Input for this task:
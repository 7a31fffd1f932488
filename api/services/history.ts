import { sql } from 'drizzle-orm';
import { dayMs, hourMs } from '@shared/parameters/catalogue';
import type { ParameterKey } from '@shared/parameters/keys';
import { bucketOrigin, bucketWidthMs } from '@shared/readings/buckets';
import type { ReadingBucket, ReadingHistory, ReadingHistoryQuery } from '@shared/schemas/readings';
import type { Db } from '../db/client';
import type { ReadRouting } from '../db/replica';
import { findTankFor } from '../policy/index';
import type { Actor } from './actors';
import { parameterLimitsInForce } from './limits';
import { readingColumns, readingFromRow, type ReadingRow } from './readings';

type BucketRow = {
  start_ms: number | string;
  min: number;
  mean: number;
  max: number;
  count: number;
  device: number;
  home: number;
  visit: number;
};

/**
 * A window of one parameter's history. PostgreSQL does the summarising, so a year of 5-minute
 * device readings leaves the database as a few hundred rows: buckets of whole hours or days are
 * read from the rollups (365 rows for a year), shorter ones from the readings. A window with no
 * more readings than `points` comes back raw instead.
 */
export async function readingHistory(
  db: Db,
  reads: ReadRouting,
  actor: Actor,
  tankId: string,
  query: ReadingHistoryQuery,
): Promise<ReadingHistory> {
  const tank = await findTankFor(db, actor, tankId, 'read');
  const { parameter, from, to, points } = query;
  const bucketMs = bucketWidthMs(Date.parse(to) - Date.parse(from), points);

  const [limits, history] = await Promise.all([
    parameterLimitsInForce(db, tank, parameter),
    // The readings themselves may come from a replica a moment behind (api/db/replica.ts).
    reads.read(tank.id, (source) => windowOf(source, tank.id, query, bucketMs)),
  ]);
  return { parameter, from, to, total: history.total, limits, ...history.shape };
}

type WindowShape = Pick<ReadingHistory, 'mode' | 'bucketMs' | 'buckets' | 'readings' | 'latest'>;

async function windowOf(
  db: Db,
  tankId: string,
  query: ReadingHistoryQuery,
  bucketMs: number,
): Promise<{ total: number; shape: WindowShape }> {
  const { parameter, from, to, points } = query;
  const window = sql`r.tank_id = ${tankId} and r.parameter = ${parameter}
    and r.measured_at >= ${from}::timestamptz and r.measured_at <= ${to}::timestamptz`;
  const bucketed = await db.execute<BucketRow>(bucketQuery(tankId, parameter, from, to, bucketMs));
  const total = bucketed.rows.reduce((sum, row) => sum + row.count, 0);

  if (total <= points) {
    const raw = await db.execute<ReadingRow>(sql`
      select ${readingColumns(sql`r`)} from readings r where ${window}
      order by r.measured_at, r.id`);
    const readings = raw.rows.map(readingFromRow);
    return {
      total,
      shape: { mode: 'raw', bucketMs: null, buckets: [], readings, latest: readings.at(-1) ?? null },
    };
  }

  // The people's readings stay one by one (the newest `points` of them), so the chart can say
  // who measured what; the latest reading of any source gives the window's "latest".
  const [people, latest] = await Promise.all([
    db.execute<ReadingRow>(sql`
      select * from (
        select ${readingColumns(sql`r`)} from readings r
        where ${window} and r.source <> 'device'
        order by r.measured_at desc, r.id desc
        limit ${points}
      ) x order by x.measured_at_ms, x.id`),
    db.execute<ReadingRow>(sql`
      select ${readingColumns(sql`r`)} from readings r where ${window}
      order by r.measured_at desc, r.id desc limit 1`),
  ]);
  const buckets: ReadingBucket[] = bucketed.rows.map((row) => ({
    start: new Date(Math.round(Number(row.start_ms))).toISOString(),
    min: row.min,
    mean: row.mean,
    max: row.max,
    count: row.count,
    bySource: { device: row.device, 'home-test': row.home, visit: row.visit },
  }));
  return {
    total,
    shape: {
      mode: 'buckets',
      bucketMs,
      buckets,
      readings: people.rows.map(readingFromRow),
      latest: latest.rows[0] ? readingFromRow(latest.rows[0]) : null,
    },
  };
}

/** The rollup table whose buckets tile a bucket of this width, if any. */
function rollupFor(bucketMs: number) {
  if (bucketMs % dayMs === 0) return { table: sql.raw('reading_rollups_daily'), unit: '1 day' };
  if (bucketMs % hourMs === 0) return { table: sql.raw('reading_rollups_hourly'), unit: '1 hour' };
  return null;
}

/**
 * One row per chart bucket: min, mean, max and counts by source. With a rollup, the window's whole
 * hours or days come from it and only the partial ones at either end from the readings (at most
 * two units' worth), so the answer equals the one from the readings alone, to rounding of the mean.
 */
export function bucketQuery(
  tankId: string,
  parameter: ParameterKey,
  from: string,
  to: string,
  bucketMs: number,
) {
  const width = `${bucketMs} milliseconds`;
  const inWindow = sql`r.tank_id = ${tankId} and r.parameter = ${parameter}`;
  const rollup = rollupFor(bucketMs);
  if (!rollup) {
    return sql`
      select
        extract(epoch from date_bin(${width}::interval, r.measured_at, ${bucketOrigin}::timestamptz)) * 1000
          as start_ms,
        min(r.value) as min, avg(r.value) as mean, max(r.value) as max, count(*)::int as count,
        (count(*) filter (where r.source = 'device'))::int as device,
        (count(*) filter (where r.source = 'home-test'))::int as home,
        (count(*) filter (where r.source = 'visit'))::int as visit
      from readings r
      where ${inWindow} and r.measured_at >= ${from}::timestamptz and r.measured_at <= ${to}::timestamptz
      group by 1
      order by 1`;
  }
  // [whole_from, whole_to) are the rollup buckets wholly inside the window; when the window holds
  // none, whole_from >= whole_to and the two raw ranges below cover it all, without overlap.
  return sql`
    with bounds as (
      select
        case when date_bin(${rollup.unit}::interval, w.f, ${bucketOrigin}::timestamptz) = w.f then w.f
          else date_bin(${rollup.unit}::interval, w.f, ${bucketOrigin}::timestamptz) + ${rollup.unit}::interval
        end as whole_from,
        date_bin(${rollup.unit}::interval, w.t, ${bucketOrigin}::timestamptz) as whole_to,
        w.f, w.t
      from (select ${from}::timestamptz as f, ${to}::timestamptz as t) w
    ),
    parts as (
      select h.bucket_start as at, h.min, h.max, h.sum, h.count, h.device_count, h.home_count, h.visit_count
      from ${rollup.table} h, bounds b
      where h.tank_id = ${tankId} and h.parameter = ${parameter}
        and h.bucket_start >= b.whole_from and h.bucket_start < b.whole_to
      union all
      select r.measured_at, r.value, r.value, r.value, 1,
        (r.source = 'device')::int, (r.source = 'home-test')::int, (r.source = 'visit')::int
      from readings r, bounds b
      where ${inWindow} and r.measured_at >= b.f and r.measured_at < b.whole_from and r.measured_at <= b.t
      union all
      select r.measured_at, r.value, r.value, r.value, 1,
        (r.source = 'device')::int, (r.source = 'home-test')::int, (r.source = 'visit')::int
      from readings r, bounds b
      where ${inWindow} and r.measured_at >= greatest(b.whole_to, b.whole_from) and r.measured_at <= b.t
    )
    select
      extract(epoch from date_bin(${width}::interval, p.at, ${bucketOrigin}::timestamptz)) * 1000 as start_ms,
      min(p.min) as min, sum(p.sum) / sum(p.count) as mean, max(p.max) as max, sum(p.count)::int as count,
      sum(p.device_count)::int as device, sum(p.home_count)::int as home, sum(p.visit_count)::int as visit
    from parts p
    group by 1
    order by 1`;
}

Exercise aim:
Your answer should be the lines of the listing above between the line holding "start_ms: number | string;" and the line holding "number; shape: WindowShape", inclusive, restated word for word and alone.

Task solution:
  start_ms: number | string;
  min: number;
  mean: number;
  max: number;
  count: number;
  device: number;
  home: number;
  visit: number;
};

/**
 * A window of one parameter's history. PostgreSQL does the summarising, so a year of 5-minute
 * device readings leaves the database as a few hundred rows: buckets of whole hours or days are
 * read from the rollups (365 rows for a year), shorter ones from the readings. A window with no
 * more readings than `points` comes back raw instead.
 */
export async function readingHistory(
  db: Db,
  reads: ReadRouting,
  actor: Actor,
  tankId: string,
  query: ReadingHistoryQuery,
): Promise<ReadingHistory> {
  const tank = await findTankFor(db, actor, tankId, 'read');
  const { parameter, from, to, points } = query;
  const bucketMs = bucketWidthMs(Date.parse(to) - Date.parse(from), points);

  const [limits, history] = await Promise.all([
    parameterLimitsInForce(db, tank, parameter),
    // The readings themselves may come from a replica a moment behind (api/db/replica.ts).
    reads.read(tank.id, (source) => windowOf(source, tank.id, query, bucketMs)),
  ]);
  return { parameter, from, to, total: history.total, limits, ...history.shape };
}

type WindowShape = Pick<ReadingHistory, 'mode' | 'bucketMs' | 'buckets' | 'readings' | 'latest'>;

async function windowOf(
  db: Db,
  tankId: string,
  query: ReadingHistoryQuery,
  bucketMs: number,
): Promise<{ total: number; shape: WindowShape }> {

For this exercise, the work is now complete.